> Task to complete:
I would like every line of the records below that contains the word "PageHeader" copied.

════════════════

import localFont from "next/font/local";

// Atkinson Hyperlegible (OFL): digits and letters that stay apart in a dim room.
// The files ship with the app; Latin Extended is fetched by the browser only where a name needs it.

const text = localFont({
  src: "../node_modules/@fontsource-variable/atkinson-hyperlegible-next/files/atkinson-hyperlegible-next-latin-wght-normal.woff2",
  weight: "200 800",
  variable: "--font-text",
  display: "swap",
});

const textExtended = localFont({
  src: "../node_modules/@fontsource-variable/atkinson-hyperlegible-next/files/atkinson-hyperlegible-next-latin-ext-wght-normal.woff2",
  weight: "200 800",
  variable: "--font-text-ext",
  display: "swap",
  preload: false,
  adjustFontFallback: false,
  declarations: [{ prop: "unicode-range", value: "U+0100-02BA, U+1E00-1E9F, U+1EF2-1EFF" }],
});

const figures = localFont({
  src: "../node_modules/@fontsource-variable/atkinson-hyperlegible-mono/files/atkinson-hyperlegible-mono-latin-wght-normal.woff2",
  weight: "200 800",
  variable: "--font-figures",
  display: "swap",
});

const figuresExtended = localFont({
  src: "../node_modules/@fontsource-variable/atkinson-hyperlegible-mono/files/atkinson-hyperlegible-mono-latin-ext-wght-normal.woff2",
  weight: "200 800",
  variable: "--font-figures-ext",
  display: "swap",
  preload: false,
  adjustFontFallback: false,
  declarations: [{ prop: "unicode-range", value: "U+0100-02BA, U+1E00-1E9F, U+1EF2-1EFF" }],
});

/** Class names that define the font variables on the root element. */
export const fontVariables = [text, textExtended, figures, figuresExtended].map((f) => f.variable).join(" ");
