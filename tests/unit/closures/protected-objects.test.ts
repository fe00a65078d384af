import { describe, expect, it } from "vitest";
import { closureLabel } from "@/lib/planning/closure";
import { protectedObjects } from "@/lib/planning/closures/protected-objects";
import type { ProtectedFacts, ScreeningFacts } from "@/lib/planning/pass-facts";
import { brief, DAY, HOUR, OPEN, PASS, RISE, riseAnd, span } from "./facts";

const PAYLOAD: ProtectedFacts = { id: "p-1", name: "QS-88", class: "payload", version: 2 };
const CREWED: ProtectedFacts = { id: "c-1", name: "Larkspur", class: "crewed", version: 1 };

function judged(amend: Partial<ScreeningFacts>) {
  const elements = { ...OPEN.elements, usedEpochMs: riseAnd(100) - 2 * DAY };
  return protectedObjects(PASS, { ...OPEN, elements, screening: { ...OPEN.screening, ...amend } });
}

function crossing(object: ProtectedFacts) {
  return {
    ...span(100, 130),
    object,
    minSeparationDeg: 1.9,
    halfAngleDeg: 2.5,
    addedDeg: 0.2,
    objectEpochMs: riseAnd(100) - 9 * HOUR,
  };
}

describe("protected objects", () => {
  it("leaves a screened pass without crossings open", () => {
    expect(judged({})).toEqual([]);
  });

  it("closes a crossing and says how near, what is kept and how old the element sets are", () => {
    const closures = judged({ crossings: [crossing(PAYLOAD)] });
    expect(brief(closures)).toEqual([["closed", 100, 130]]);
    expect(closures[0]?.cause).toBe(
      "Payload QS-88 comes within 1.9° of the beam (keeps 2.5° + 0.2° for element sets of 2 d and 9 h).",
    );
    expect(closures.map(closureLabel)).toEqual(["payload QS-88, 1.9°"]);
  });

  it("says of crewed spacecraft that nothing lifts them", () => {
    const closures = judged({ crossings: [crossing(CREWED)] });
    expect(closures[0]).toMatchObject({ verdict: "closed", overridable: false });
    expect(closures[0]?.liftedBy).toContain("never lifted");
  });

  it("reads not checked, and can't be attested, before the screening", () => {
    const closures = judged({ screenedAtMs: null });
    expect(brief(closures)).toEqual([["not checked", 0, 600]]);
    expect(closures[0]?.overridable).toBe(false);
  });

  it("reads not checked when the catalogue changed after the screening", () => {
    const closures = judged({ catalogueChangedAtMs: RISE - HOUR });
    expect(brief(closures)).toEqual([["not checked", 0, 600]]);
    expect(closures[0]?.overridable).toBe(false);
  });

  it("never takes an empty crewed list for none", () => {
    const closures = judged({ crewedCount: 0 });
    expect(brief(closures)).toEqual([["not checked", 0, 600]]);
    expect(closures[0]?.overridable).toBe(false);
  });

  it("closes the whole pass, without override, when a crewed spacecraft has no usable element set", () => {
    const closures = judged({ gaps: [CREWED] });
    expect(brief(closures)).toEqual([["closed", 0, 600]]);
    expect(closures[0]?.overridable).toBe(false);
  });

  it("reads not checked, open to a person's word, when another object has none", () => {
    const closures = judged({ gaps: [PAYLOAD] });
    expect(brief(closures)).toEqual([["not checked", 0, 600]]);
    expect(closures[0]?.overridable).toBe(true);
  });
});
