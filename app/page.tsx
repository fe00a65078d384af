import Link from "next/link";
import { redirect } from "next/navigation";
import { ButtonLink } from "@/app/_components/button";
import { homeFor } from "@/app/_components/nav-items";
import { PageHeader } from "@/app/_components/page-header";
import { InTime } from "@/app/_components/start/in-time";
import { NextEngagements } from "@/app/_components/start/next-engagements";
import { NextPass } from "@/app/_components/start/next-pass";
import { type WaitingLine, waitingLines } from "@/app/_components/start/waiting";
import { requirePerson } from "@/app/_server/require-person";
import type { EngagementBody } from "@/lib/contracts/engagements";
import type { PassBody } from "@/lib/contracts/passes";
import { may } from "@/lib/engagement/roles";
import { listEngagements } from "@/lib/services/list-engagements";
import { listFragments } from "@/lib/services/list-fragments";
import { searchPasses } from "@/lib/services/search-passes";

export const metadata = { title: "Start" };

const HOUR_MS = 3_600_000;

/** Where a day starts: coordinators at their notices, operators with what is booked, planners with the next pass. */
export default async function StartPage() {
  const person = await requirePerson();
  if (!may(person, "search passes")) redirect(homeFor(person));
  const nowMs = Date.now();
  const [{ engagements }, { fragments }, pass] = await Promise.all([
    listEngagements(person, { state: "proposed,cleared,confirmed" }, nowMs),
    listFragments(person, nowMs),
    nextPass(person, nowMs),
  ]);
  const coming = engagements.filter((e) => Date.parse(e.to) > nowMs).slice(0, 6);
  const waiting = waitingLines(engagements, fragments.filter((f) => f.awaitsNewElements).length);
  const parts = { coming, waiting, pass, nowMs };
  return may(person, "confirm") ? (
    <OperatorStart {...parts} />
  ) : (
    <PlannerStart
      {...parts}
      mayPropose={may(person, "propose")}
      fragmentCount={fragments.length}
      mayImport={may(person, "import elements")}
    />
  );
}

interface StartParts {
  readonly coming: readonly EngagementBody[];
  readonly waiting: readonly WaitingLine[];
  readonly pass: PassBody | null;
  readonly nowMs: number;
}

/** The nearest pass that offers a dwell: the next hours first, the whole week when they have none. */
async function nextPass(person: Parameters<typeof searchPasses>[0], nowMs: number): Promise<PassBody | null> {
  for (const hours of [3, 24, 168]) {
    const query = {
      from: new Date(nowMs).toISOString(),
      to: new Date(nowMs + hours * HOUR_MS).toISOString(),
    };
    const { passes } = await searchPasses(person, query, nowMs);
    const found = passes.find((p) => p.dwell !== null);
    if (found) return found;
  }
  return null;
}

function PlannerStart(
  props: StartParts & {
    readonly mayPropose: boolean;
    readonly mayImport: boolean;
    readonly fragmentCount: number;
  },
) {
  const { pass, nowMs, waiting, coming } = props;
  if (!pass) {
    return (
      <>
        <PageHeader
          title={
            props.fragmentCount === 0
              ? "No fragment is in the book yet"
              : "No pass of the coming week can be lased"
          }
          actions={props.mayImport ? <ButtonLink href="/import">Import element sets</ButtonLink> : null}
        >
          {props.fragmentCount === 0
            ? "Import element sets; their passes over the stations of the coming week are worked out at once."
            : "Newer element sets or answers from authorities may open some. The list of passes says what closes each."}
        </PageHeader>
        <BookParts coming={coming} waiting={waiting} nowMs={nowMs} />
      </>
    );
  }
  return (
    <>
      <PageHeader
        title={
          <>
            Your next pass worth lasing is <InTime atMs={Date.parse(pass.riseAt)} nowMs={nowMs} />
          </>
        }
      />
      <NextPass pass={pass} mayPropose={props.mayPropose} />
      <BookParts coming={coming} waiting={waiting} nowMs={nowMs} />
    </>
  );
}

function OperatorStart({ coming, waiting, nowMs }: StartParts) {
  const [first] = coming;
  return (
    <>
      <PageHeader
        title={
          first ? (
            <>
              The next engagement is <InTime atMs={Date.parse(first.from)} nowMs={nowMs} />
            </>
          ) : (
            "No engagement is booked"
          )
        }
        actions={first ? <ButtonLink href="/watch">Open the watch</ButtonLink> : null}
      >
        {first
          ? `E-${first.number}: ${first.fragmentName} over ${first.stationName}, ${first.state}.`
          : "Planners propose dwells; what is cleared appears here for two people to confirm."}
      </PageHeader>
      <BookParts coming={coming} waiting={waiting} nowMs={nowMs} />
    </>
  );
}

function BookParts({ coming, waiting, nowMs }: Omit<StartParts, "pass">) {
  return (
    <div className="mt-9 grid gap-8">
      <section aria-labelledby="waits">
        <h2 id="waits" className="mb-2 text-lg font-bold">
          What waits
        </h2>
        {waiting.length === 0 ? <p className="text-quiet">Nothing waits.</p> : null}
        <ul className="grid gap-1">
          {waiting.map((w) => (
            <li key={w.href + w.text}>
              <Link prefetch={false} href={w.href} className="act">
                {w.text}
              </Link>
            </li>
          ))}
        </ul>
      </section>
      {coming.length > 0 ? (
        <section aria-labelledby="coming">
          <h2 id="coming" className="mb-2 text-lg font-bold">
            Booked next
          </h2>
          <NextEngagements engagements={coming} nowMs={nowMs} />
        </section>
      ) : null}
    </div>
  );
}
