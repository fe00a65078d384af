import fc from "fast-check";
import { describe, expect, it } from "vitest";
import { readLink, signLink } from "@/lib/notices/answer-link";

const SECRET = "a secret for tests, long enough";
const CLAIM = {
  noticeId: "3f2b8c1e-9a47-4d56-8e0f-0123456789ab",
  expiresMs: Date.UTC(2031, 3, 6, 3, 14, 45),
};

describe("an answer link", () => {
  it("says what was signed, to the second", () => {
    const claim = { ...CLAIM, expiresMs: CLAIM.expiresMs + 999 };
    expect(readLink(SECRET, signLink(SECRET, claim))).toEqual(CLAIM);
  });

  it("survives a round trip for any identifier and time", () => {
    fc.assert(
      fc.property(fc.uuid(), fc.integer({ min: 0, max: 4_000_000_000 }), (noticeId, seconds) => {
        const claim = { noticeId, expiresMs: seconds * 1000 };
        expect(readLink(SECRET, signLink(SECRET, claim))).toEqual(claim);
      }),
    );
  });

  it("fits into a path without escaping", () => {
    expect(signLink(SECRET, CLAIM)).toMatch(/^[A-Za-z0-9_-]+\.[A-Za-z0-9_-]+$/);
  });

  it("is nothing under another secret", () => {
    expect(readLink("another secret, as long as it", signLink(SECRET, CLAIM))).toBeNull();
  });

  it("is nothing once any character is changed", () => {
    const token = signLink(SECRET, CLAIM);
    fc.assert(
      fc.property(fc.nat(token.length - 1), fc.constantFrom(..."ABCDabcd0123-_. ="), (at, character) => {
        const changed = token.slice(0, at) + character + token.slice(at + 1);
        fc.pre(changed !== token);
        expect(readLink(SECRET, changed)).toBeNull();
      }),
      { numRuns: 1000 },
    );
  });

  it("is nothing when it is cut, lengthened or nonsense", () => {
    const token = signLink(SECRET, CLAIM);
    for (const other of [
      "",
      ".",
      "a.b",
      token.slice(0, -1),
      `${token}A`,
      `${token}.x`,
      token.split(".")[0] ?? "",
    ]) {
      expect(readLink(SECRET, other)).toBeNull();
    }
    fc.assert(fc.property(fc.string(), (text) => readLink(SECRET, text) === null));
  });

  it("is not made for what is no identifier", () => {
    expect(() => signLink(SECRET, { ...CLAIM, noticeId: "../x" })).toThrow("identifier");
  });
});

════════════════

> Answer space:
import { PageHeader } from "@/app/_components/page-header";
        <PageHeader
        </PageHeader>
      <PageHeader
      <PageHeader
      </PageHeader>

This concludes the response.